- _What you need to do_
Repeat the lines of the data exactly, from the first one through the one that contains "# every pin".

◆ ◆ ◆ ◆ ◆

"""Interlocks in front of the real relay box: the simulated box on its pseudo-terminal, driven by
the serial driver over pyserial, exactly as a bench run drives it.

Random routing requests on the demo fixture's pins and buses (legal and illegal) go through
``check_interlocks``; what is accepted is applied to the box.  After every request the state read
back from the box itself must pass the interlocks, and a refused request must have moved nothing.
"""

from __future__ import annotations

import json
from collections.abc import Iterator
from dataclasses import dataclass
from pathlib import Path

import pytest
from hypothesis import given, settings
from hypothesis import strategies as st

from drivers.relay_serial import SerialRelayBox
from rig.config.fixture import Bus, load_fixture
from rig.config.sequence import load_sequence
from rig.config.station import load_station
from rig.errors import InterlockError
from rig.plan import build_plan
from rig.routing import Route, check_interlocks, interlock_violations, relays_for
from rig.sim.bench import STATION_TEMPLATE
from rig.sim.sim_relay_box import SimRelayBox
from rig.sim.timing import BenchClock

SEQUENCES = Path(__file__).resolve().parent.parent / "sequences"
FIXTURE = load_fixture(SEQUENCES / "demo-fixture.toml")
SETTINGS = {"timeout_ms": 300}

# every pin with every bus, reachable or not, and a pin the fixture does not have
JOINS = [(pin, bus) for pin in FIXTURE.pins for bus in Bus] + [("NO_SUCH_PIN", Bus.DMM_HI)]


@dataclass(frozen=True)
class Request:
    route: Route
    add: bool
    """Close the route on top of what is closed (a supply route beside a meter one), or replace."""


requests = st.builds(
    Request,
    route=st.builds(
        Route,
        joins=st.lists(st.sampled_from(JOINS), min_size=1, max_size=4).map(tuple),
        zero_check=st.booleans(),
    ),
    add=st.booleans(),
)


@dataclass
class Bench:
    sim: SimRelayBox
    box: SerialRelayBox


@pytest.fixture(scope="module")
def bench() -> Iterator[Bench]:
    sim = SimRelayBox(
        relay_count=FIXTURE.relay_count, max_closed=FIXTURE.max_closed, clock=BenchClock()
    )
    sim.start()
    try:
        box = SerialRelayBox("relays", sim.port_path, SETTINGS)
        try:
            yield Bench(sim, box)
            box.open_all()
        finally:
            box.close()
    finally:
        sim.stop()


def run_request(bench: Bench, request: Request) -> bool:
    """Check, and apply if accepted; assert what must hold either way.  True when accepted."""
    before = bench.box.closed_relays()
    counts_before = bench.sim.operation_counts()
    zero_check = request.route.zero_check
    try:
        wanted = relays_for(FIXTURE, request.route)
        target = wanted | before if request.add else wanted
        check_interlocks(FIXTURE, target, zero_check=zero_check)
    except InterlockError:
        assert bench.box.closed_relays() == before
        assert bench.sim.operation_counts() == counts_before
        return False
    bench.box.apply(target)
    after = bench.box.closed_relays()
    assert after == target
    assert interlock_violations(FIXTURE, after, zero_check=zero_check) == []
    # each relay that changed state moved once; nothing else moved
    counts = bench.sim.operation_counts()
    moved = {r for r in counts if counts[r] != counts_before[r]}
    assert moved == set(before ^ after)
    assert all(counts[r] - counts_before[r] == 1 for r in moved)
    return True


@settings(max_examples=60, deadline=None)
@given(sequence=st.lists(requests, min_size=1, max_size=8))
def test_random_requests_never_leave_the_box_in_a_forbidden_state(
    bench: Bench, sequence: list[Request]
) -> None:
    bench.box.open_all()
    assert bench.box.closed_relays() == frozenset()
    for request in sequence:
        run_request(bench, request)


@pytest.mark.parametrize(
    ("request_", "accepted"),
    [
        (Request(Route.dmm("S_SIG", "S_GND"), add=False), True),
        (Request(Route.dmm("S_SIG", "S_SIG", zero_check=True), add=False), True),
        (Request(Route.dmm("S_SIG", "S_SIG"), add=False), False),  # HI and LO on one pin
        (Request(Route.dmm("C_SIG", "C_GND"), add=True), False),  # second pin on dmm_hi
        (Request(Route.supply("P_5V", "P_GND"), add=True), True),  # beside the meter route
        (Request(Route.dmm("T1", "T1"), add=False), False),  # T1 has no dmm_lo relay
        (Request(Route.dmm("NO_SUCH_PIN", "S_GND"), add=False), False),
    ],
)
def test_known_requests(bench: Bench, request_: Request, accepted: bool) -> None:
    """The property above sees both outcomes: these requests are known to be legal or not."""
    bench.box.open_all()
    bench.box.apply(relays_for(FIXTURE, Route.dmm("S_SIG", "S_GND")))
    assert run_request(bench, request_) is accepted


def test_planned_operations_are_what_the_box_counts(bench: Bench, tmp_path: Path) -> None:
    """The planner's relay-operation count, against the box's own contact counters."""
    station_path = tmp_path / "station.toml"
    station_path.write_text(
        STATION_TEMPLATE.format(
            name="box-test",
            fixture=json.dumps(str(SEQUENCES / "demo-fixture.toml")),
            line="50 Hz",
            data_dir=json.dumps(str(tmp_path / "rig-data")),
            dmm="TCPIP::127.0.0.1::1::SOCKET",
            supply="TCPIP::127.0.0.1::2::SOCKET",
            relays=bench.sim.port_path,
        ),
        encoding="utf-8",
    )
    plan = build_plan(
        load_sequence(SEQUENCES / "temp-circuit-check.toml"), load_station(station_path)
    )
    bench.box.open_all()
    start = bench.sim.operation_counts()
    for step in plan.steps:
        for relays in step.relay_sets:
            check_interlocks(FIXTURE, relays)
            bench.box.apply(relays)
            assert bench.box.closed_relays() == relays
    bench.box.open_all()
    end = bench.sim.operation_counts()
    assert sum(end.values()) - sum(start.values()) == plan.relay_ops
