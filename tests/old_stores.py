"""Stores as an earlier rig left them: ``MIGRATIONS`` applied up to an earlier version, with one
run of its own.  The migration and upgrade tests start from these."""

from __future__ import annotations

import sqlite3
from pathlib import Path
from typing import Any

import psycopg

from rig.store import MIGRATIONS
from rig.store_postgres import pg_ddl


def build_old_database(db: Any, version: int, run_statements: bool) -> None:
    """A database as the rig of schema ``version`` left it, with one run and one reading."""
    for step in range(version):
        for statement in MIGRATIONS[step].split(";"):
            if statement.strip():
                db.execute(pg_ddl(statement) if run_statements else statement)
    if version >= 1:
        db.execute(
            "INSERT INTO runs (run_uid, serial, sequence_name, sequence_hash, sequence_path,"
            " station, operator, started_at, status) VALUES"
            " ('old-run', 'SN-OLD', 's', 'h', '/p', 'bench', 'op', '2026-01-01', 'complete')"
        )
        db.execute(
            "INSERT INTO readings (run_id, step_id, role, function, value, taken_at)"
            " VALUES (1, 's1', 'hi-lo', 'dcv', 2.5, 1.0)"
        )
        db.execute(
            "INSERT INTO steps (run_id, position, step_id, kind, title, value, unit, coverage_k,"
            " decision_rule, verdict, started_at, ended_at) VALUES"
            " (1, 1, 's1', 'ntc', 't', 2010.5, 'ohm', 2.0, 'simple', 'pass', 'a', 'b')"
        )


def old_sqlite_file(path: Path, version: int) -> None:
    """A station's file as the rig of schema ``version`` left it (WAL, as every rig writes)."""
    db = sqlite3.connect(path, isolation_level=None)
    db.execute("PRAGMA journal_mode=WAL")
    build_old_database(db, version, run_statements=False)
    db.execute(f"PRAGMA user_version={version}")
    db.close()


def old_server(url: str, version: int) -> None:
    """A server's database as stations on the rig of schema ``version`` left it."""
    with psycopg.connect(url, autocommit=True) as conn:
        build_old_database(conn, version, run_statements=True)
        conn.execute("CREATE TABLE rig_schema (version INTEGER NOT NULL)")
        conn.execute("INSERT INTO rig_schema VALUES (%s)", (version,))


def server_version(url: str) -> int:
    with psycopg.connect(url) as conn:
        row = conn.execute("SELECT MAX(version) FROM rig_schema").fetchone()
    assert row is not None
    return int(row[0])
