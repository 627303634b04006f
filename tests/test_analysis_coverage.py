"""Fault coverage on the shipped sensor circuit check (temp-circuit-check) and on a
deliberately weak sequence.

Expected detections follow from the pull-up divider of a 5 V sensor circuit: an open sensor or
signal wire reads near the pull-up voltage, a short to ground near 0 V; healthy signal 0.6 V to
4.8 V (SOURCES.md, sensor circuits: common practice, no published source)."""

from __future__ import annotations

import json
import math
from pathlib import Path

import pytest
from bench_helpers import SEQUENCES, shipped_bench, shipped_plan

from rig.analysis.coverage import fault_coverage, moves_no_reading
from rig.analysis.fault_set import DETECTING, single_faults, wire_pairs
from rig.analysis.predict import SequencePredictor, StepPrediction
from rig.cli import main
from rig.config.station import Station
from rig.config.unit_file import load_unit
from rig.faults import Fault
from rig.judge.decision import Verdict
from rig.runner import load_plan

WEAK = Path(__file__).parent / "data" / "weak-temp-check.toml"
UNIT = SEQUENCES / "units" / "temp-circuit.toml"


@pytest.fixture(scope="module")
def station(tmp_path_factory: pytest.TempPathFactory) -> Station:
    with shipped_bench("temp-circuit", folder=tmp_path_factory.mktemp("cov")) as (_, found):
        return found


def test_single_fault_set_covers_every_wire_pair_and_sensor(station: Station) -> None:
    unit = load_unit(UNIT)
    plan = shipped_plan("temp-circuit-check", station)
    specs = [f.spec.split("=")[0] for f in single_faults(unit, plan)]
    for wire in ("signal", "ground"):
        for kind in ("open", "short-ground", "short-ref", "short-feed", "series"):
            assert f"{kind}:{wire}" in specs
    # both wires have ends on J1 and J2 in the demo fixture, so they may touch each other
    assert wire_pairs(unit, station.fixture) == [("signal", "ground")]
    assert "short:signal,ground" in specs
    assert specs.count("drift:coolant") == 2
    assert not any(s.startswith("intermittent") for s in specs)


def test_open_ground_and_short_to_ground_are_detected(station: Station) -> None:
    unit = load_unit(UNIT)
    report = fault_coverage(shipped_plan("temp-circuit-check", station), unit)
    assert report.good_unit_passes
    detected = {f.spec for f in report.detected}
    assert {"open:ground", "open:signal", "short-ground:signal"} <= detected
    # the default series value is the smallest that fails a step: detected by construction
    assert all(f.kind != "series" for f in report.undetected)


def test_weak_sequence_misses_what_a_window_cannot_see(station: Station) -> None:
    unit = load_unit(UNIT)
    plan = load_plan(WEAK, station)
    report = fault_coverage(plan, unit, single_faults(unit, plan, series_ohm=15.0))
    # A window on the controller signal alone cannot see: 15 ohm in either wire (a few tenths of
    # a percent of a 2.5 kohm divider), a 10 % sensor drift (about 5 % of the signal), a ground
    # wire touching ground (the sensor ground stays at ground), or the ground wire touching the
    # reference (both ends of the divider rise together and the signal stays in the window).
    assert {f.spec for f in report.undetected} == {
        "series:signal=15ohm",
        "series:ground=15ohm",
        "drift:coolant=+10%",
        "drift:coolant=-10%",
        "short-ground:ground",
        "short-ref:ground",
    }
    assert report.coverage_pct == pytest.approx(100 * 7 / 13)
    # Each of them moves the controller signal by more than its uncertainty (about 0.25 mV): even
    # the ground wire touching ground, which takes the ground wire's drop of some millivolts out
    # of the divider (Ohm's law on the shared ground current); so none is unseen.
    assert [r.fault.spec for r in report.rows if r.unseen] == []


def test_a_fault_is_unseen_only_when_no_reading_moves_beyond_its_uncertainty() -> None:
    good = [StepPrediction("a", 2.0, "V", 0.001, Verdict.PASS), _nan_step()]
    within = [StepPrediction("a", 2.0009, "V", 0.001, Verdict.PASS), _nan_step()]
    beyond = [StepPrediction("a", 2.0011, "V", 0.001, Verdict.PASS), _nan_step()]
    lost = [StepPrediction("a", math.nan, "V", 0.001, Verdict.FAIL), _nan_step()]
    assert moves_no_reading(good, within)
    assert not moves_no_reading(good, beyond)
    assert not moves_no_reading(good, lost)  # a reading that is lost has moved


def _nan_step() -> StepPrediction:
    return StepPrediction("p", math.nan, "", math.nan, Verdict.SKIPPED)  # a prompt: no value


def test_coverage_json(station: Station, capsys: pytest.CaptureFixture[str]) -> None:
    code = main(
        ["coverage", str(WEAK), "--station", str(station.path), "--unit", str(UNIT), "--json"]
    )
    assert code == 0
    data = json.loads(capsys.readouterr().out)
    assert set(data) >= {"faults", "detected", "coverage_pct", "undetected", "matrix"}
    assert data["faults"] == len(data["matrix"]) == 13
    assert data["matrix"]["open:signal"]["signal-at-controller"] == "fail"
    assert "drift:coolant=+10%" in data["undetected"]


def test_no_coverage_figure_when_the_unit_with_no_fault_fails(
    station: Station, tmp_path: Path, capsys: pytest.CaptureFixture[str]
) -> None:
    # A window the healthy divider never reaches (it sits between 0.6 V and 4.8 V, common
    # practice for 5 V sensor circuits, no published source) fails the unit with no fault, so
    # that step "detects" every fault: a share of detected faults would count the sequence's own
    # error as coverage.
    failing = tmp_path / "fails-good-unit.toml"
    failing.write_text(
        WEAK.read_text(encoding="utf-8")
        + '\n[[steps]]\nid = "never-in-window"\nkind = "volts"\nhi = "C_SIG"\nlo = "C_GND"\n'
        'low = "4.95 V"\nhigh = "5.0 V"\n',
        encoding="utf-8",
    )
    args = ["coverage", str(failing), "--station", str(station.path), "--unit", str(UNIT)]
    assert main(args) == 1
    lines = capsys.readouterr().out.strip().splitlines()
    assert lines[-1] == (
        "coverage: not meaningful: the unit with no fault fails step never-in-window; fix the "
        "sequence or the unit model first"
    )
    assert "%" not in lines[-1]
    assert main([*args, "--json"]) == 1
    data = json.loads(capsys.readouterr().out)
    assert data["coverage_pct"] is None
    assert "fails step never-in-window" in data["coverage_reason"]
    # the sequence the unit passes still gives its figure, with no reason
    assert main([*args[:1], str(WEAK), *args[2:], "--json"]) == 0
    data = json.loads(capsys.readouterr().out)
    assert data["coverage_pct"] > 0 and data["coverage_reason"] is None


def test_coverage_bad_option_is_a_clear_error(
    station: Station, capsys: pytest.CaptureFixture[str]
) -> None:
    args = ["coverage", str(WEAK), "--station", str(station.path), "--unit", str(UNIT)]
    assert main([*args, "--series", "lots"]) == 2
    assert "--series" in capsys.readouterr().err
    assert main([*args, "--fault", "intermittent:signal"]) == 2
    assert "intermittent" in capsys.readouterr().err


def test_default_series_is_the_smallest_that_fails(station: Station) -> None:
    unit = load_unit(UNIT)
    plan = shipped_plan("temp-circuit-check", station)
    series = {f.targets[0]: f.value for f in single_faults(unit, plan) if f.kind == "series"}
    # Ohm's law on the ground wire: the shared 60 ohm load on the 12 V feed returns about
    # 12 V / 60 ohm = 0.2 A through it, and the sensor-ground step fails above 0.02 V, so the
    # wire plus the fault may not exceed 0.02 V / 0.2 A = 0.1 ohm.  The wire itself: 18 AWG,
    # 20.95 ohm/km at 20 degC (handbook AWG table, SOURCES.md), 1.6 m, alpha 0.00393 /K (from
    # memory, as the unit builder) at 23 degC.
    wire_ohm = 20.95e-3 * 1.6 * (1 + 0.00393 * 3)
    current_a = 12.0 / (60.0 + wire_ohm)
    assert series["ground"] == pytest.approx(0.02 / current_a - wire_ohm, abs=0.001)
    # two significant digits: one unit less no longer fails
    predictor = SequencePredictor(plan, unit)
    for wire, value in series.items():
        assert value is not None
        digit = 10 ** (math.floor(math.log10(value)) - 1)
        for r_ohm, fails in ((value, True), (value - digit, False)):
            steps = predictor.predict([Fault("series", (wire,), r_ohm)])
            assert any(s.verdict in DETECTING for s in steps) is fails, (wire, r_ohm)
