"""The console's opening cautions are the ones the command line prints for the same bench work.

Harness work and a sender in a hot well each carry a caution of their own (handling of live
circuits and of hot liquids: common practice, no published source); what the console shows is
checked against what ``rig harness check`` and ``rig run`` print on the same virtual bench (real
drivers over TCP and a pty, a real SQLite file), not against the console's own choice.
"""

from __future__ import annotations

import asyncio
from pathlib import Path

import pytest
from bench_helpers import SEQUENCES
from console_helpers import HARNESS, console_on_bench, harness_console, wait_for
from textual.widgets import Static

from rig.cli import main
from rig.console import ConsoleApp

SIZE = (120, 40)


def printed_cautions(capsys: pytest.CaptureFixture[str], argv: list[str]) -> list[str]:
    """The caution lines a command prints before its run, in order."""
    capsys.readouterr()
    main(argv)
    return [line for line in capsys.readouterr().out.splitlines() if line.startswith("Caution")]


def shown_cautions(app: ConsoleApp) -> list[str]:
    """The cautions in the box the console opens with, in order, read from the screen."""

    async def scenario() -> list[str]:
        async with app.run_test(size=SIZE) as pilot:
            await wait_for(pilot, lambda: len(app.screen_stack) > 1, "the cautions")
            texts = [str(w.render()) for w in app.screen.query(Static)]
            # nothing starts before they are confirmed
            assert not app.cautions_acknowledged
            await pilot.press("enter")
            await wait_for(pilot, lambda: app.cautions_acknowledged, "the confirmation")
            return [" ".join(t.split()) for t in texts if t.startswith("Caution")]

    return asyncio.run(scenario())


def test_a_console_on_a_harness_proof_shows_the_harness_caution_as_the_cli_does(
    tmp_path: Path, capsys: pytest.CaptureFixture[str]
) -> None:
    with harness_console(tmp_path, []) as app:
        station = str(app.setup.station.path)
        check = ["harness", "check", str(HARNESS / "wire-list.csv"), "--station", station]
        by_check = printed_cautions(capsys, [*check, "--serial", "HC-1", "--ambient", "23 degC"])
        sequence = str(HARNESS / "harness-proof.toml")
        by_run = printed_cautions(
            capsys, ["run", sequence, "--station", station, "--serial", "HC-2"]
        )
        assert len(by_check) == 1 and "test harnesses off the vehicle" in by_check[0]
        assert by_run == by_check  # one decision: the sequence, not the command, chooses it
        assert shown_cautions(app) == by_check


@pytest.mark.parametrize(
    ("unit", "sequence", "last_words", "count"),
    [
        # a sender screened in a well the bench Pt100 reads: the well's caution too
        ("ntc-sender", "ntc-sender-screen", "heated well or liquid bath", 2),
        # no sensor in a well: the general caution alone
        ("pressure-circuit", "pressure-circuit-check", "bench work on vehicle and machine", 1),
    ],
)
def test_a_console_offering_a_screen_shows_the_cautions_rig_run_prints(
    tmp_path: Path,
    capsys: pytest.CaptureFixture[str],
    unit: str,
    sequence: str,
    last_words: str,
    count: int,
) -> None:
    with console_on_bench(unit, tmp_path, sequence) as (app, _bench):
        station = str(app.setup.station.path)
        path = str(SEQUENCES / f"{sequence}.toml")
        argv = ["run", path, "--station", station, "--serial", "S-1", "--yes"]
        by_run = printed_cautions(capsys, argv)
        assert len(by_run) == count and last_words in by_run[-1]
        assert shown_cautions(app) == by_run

◆ ◆ ◆ ◆ ◆

- _Answer section_
"""Interlocks in front of the real relay box: the simulated box on its pseudo-terminal, driven by
the serial driver over pyserial, exactly as a bench run drives it.

Random routing requests on the demo fixture's pins and buses (legal and illegal) go through
``check_interlocks``; what is accepted is applied to the box.  After every request the state read
back from the box itself must pass the interlocks, and a refused request must have moved nothing.
"""

from __future__ import annotations

import json
from collections.abc import Iterator
from dataclasses import dataclass
from pathlib import Path

import pytest
from hypothesis import given, settings
from hypothesis import strategies as st

from drivers.relay_serial import SerialRelayBox
from rig.config.fixture import Bus, load_fixture
from rig.config.sequence import load_sequence
from rig.config.station import load_station
from rig.errors import InterlockError
from rig.plan import build_plan
from rig.routing import Route, check_interlocks, interlock_violations, relays_for
from rig.sim.bench import STATION_TEMPLATE
from rig.sim.sim_relay_box import SimRelayBox
from rig.sim.timing import BenchClock

SEQUENCES = Path(__file__).resolve().parent.parent / "sequences"
FIXTURE = load_fixture(SEQUENCES / "demo-fixture.toml")
SETTINGS = {"timeout_ms": 300}

# every pin with every bus, reachable or not, and a pin the fixture does not have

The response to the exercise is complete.